[Items listed in a dataset]
★ ★ ★

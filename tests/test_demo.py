"""The demo builds from its files into a fresh database, the same way every time."""

from __future__ import annotations

from monitor.db import Store, queries
from monitor.services import demo
from tests.conftest import REPO_ROOT


def _counts(run) -> dict[str, int]:
    store = Store.open(str(run.database))
    try:
        return queries.table_counts(store)
    finally:
        store.dispose()


def test_demo_builds_twice_with_identical_row_counts(tmp_path):
    # the whole demo, analyses included, runs in tests/test_wheel.py from an installed wheel
    first = demo.build_programme(tmp_path / "one")
    second = demo.build_programme(tmp_path / "two")
    counts = _counts(first)
    assert counts == _counts(second)
    assert counts["station"] == 64 and counts["site"] == 4 and counts["species"] == 5


def test_demo_refuses_a_folder_with_files(tmp_path):
    import pytest

    from monitor.errors import InputError

    (tmp_path / "x.txt").write_text("keep me")
    with pytest.raises(InputError, match="empty or new folder"):
        demo.run_demo(tmp_path)
    assert (tmp_path / "x.txt").read_text() == "keep me"


def test_demo_trends_recover_the_truth_within_three_standard_errors(demo_db, demo_source):
    # The demo's truth (demo_programme/truth.json) has a built-in steady change and a year-to-year
    # fluctuation (SD 0.15) shared by every station.  A single draw must not decide the test: each
    # slope must lie within 3 of its own standard errors of the built-in log(1 + change) (a z limit;
    # the interval is t on the year-based df, so |z| < 3 fails by chance well under 1 % of the time).
    import json
    import math

    from monitor.services import trend

    truth = json.loads((demo_source / "truth.json").read_text(encoding="utf-8"))
    fitted = trend.fit_programme(demo_db)
    assert {t.species for t in fitted} == {k for k in truth if not k.startswith("_")}
    for t in fitted:
        built_in = math.log1p(truth[t.species]["annual_change"])
        z = (t.result.slope - built_in) / t.result.slope_se
        assert abs(z) < 3, f"{t.species}: slope {t.result.slope:+.4f} vs truth {built_in:+.4f} ({z:+.2f} SE)"
        assert t.result.year_random != "none"   # twelve years: the year effect is in every model
        assert t.result.random_sd.get("year", 0.0) < 0.5  # and its SD is of the size built in (0.15)


def test_demo_generator_recovers_the_truth_over_replicate_draws(tmp_path):
    # Regenerate the records with several seeds in-process (the generator's own model, all stations) and
    # fit one count species each time: the mean z over replicates sits near 0 and none is extreme.
    import importlib.util
    import math

    import numpy as np

    from monitor.power import Design, Scenario, VarianceComponents, simulate_dataset
    from monitor.trend import TrendModel

    spec = importlib.util.spec_from_file_location("demo_generate", REPO_ROOT / "demo_programme" / "generate.py")
    generate = importlib.util.module_from_spec(spec)
    spec.loader.exec_module(generate)
    # the generator's population model for a count species, simulated with the power study's simulator
    components = VarianceComponents.from_mean("poisson-lognormal", 6.0, station_sd=generate.STATION_SD,
                                              site_sd=generate.SITE_SD, observation_sd=generate.OBS_SD,
                                              year_sd=generate.YEAR_SD, stations_per_site=8)
    scenario = Scenario(0.06)
    z = []
    for seed in range(6):
        data = simulate_dataset(components, Design(24, 12), scenario, np.random.default_rng([generate.SEED, seed]))
        result = TrendModel(data, measure="count", family="poisson-lognormal").fit(profile=False, indices=False)
        z.append((result.slope - math.log1p(0.06)) / result.slope_se)
    assert all(abs(v) < 3.5 for v in z)
    assert abs(np.mean(z)) < 3 / math.sqrt(len(z)) + 0.5  # mean of 6 near-standard z within 3 SE (t tails)


def test_demo_truth_table_sets_every_species_truth_beside_its_estimate(demo_db, demo_source):
    # tests/demo_truth.py prints the table the issue note quotes; its "built in + drawn years" truth
    # is the built-in slope plus the least-squares slope of the twelve drawn year effects, checked here
    # against scipy.stats.linregress (scipy 1.x) on the same draws.
    import json
    import math

    import pytest
    from scipy.stats import linregress

    from tests.demo_truth import markdown, rows

    truth = json.loads((demo_source / "truth.json").read_text(encoding="utf-8"))
    table = rows(demo_db, truth)
    assert sorted(r["species"] for r in table) == sorted(k for k in truth if not k.startswith("_"))
    for r in table:
        e = truth[r["species"]]
        years = sorted(e["year_effects"])
        fit = linregress([int(y) for y in years], [e["year_effects"][y] for y in years])
        assert r["realised"] == pytest.approx(math.expm1(math.log1p(e["annual_change"]) + fit.slope), abs=1e-12)
        assert r["lower"] <= r["estimate"] <= r["upper"]
    text = markdown(table)
    assert all(f"| {r['species']} |" in text for r in table)
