"""The demo builds from its files into a fresh database, the same way every time."""

from __future__ import annotations

from monitor.db import Store, queries
from monitor.services import demo


def _counts(run) -> dict[str, int]:
    store = Store.open(str(run.database))
    try:
        return queries.table_counts(store)
    finally:
        store.dispose()


def test_demo_builds_twice_with_identical_row_counts(tmp_path):
    # the whole demo, analyses included, runs in tests/test_wheel.py from an installed wheel
    first = demo.build_programme(tmp_path / "one")
    second = demo.build_programme(tmp_path / "two")
    counts = _counts(first)
    assert counts == _counts(second)
    assert counts["station"] == 64 and counts["site"] == 4 and counts["species"] == 5


def test_demo_refuses_a_folder_with_files(tmp_path):
    import pytest

    from monitor.errors import InputError

    (tmp_path / "x.txt").write_text("keep me")
    with pytest.raises(InputError, match="empty or new folder"):
        demo.run_demo(tmp_path)
    assert (tmp_path / "x.txt").read_text() == "keep me"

★ ★ ★

__Task directions__:
Return all entries exactly.

__Written solution__:
filename tests/test_demo.py
"""The demo builds from its files into a fresh database, the same way every time."""

from __future__ import annotations

from monitor.db import Store, queries
from monitor.services import demo
from tests.conftest import REPO_ROOT


def _counts(run) -> dict[str, int]:
    store = Store.open(str(run.database))
    try:
        return queries.table_counts(store)
    finally:
        store.dispose()


def test_demo_builds_twice_with_identical_row_counts(tmp_path):
    # the whole demo, analyses included, runs in tests/test_wheel.py from an installed wheel
    first = demo.build_programme(tmp_path / "one")
    second = demo.build_programme(tmp_path / "two")
    counts = _counts(first)
    assert counts == _counts(second)
    assert counts["station"] == 64 and counts["site"] == 4 and counts["species"] == 5


def test_demo_refuses_a_folder_with_files(tmp_path):
    import pytest

    from monitor.errors import InputError

    (tmp_path / "x.txt").write_text("keep me")
    with pytest.raises(InputError, match="empty or new folder"):
        demo.run_demo(tmp_path)
    assert (tmp_path / "x.txt").read_text() == "keep me"


def test_demo_trends_recover_the_truth_within_three_standard_errors(demo_db, demo_source):
    # The demo's truth (demo_programme/truth.json) has a built-in steady change and a year-to-year
    # fluctuation (SD 0.15) shared by every station.  A single draw must not decide the test: each
    # slope must lie within 3 of its own standard errors of the built-in log(1 + change) (a z limit;
    # the interval is t on the year-based df, so |z| < 3 fails by chance well under 1 % of the time).
    import json
    import math

    from monitor.services import trend

    truth = json.loads((demo_source / "truth.json").read_text(encoding="utf-8"))
    fitted = trend.fit_programme(demo_db)
    assert {t.species for t in fitted} == {k for k in truth if not k.startswith("_")}
    for t in fitted:
        built_in = math.log1p(truth[t.species]["annual_change"])
        z = (t.result.slope - built_in) / t.result.slope_se
        assert abs(z) < 3, f"{t.species}: slope {t.result.slope:+.4f} vs truth {built_in:+.4f} ({z:+.2f} SE)"
        assert t.result.year_random != "none"   # twelve years: the year effect is in every model
        assert t.result.random_sd.get("year", 0.0) < 0.5  # and its SD is of the size built in (0.15)


def test_demo_generator_recovers_the_truth_over_replicate_draws(tmp_path):
    # Regenerate the records with several seeds in-process (the generator's own model, all stations) and
    # fit one count species each time: the mean z over replicates sits near 0 and none is extreme.
    import importlib.util
    import math

    import numpy as np

    from monitor.power import Design, Scenario, VarianceComponents, simulate_dataset
    from monitor.trend import TrendModel

    spec = importlib.util.spec_from_file_location("demo_generate", REPO_ROOT / "demo_programme" / "generate.py")
    generate = importlib.util.module_from_spec(spec)
    spec.loader.exec_module(generate)
    # the generator's population model for a count species, simulated with the power study's simulator
    components = VarianceComponents.from_mean("poisson-lognormal", 6.0, station_sd=generate.STATION_SD,
                                              site_sd=generate.SITE_SD, observation_sd=generate.OBS_SD,
                                              year_sd=generate.YEAR_SD, stations_per_site=8)
    scenario = Scenario(0.06)
    z = []
    for seed in range(6):
        data = simulate_dataset(components, Design(24, 12), scenario, np.random.default_rng([generate.SEED, seed]))
        result = TrendModel(data, measure="count", family="poisson-lognormal").fit(profile=False, indices=False)
        z.append((result.slope - math.log1p(0.06)) / result.slope_se)
    assert all(abs(v) < 3.5 for v in z)
    assert abs(np.mean(z)) < 3 / math.sqrt(len(z)) + 0.5  # mean of 6 near-standard z within 3 SE (t tails)


def test_demo_truth_table_sets_every_species_truth_beside_its_estimate(demo_db, demo_source):
    # tests/demo_truth.py prints the table the issue note quotes; its "built in + drawn years" truth
    # is the built-in slope plus the least-squares slope of the twelve drawn year effects, checked here
    # against scipy.stats.linregress (scipy 1.x) on the same draws.
    import json
    import math

    import pytest
    from scipy.stats import linregress

    from tests.demo_truth import markdown, rows

    truth = json.loads((demo_source / "truth.json").read_text(encoding="utf-8"))
    table = rows(demo_db, truth)
    assert sorted(r["species"] for r in table) == sorted(k for k in truth if not k.startswith("_"))
    for r in table:
        e = truth[r["species"]]
        years = sorted(e["year_effects"])
        fit = linregress([int(y) for y in years], [e["year_effects"][y] for y in years])
        assert r["realised"] == pytest.approx(math.expm1(math.log1p(e["annual_change"]) + fit.slope), abs=1e-12)
        assert r["lower"] <= r["estimate"] <= r["upper"]
    text = markdown(table)
    assert all(f"| {r['species']} |" in text for r in table)
"""The demo builds from its files into a fresh database, the same way every time."""

from __future__ import annotations

from monitor.db import Store, queries
from monitor.services import demo


def _counts(run) -> dict[str, int]:
    store = Store.open(str(run.database))
    try:
        return queries.table_counts(store)
    finally:
        store.dispose()


def test_demo_builds_twice_with_identical_row_counts(tmp_path):
    # the whole demo, analyses included, runs in tests/test_wheel.py from an installed wheel
    first = demo.build_programme(tmp_path / "one")
    second = demo.build_programme(tmp_path / "two")
    counts = _counts(first)
    assert counts == _counts(second)
    assert counts["station"] == 64 and counts["site"] == 4 and counts["species"] == 5


def test_demo_refuses_a_folder_with_files(tmp_path):
    import pytest

    from monitor.errors import InputError

    (tmp_path / "x.txt").write_text("keep me")
    with pytest.raises(InputError, match="empty or new folder"):
        demo.run_demo(tmp_path)
    assert (tmp_path / "x.txt").read_text() == "keep me"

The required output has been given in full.